Рабов, подумала Дени. Кхал Дрого погонит их теперь вдоль реки к одному из городов на берегу залива Работорговцев. Ей хотелось заплакать, однако она напомнила себе, что должна быть сильной. Это война. Такой будет цена Железного трона.
– Я сказал кхалу, что ему нужно повернуть к Миширину, – сказал сир Джорах. – Там заплатят больше, чем он получит от странствующих работорговцев. Иллирио пишет, что в прошлом году Миширин посетил мор, и бордели платят двойную цену за здоровых молодых девиц, и тройную за мальчишек не старше десяти лет. Если дети выдержат дорогу, полученного за них золота может хватить, чтобы нанять нужные нам корабли и оплатить услуги матросов.
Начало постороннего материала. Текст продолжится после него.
def main():
    if len(sys.argv) != 2 or not os.access(sys.argv[1], os.X_OK):
        print(__doc__)
        return 2
    b = sys.argv[1]
    tests = [test_thevenin_cube, test_thevenin_r2r, test_thevenin_load_meter, test_sag_ranking,
             test_sens_divider, test_sens_exact_zero, test_sens_current_mode, test_sens_pot, test_opamp_power, test_check_exit_codes, test_verdicts, test_feedback_port, test_float_load_json]
    return run_tests([(t.__name__, lambda tmp, t=t: t(b, tmp)) for t in tests], "loadstack_loading_")


if __name__ == "__main__":
    sys.exit(main())
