/* parser.c — recursive descent over one statement per line.
 * On an error the rest of the line is skipped, so one run reports many errors. */
#include "lang/parser.h"

#include <assert.h>
#include <errno.h>
#include <limits.h>
#include <stdint.h>
#include <stdlib.h>
#include <string.h>
#include <sys/stat.h>

#include "lang/lexer.h"
#include "lang/nodenames.h"

/* Distinct kind words a parse keeps one copy of (the part table has fewer). */
#define LS_KIND_WORDS 64

typedef struct inc_frame {
    const char *real;         /* canonical path, for cycle detection */
    const char *shown;        /* as written, for the message */
    struct inc_frame *up;
} inc_frame;

typedef struct parser {
    ls_diags *d;
    ls_arena *a;              /* names and text: they outlive the tree */
    ls_arena *sa;             /* the tree's structures (ls_program.syntax, else a) */
    ls_lexer lx;
    ls_token tok;             /* current */
    ls_token ahead;           /* one token of look-ahead */
    bool have_ahead;
    bool in_expect;
    bool general_only;        /* no simple_part: every statement token by token (ls_parse_string_general) */
    int expr_depth;
    int inc_depth;
    inc_frame *incs;
    const char *dir;          /* directory of this file, for includes */
    ls_node_names *nodes;     /* FROM and TO names' numbers, shared with included files; NULL: none */
    /* The kind words seen so far (in the arena), each kept once however many
     * part statements use it; the last one used is tried first. */
    struct { const char *w; unsigned len; } kinds[LS_KIND_WORDS];
    int nkinds, last_kind;
} parser;

typedef struct stmt_list {
    ls_stmt **v;
    int n, cap;
    ls_arena *a;              /* v is in this arena (the program's list, until it outgrows it); NULL: malloc */
} stmt_list;

static void parse_lines(parser *p, stmt_list *out, ls_stmt *block);

/* The words that start a statement other than a part's (a part statement
 * starts with its kind word: any other word). */
const char *const ls_statement_keywords[] = {"title", "let", "ground", "include", "block",
                                             "use", "expect", "rule", "end", NULL};

/* ---- small helpers ---------------------------------------------------- */

static void advance(parser *p)
{
    if (p->have_ahead) {
        p->tok = p->ahead;
        p->have_ahead = false;
    } else {
        ls_lex_next(&p->lx, &p->tok);
    }
}

static const ls_token *peek(parser *p)
{
    if (!p->have_ahead) {
        ls_lex_next(&p->lx, &p->ahead);
        p->have_ahead = true;
    }
    return &p->ahead;
}

static bool at_eol(const parser *p)
{
    return p->tok.kind == T_NEWLINE || p->tok.kind == T_EOF;
}

static void skip_line(parser *p)
{
    while (!at_eol(p))
        advance(p);
}

static char *tok_str(parser *p, const ls_token *t)
{
    return ls_arena_strndup(p->a, t->text, t->len);
}

/* A node name of a part statement (its n bytes at text): its string, shared
 * with a recent mention of the same name, and its number in *key (0 when not
 * numbered; see nodenames.h).  NULL when out of memory. */
static const char *node_name(parser *p, const char *text, size_t n, int *key)
{
    *key = 0;
    if (!p->nodes)
        return ls_arena_strndup(p->a, text, n);
    return ls_node_names_intern(p->nodes, p->a, text, n, key);
}

static bool is_word(const ls_token *t, const char *w)
{
    return t->kind == T_IDENT && strlen(w) == t->len && memcmp(t->text, w, t->len) == 0;
}

/* Append a statement; out of memory marks the arena failed, which the
 * elaborator turns into an error, so a statement is never lost silently. */
static void push(parser *p, stmt_list *l, ls_stmt *s)
{
    if (l->n == l->cap) {
        int cap = l->cap ? l->cap * 2 : 16;
        ls_stmt **v = NULL;
        if (l->cap <= INT_MAX / 2 && l->a) { /* outgrew its arena array: go on on the heap */
            v = malloc((size_t)cap * sizeof *v);
            if (v && l->n)
                memcpy(v, l->v, (size_t)l->n * sizeof *v);
        } else if (l->cap <= INT_MAX / 2) {
            v = realloc(l->v, (size_t)cap * sizeof *v);
        }
        if (!v) {
            p->a->failed = 1;
            return;
        }
        l->a = NULL;
        l->v = v;
        l->cap = cap;
    }
    l->v[l->n++] = s;
}

/* Describe the current token for "expected X, got Y" messages. */
static const char *got(parser *p)
{
    if (p->tok.kind == T_IDENT || p->tok.kind == T_NUMBER)
        return ls_arena_printf(p->a, "'%.*s'", (int)p->tok.len, p->tok.text);
    return ls_tok_name(p->tok.kind);
}

static void expected(parser *p, const char *what)
{
    if (p->tok.kind != T_ERROR) /* the lexer already said what is wrong */
        ls_error(p->d, p->tok.loc, "%s expected, got %s", what, got(p));
}

static ls_loc span(ls_loc a, ls_loc b)
{
    return (ls_loc){a.file, a.start, b.end > a.start ? b.end : a.end};
}

/* ---- expressions -------------------------------------------------------- */

static ls_expr *parse_sum(parser *p);

/* A zeroed expression of kind k, only as large as that kind needs. */
static ls_expr *new_expr(parser *p, ls_ekind k, ls_loc loc)
{
    ls_expr *e = ls_arena_alloc(p->sa, ls_expr_size(k));
    if (e) {
        e->kind = k;
        e->loc = loc;
    }
    return e;
}

static int func_id(const ls_token *t)
{
    static const char *const names[F_COUNT] = {"sqrt", "abs", "min", "max", "exp", "ln", "log10"};
    for (int i = 0; i < F_COUNT; i++)
        if (is_word(t, names[i]))
            return i;
    return -1;
}

static bool reserved_in_expect(const ls_token *t)
{
    return is_word(t, "within") || is_word(t, "between") || is_word(t, "and");
}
Ту девушку все еще насиловали, долгий рыдающий стон продолжался и продолжался. Дени, стиснув поводья в кулаке, повернула голову к Серебрянке.
– Пусть они остановятся, – приказала она сиру Джораху.
– Кхалиси? – В голосе рыцаря послышалось смущение.
– Вы слышали мои слова, – сказала она. – Остановите их. – Она обратилась к своему кхасу на отрывистом дотракийском. – Чхого, Куаро, помогите сиру Джораху. Я не хочу насилия.
Воины обменялись озадаченными взглядами.
Сир Джорах направил своего коня ближе к ней.
– Принцесса, – проговорил он, – у вас мягкое сердце, но вы не понимаете. Так было всегда. Эти мужи проливали кровь за кхала. Теперь они получают свою награду.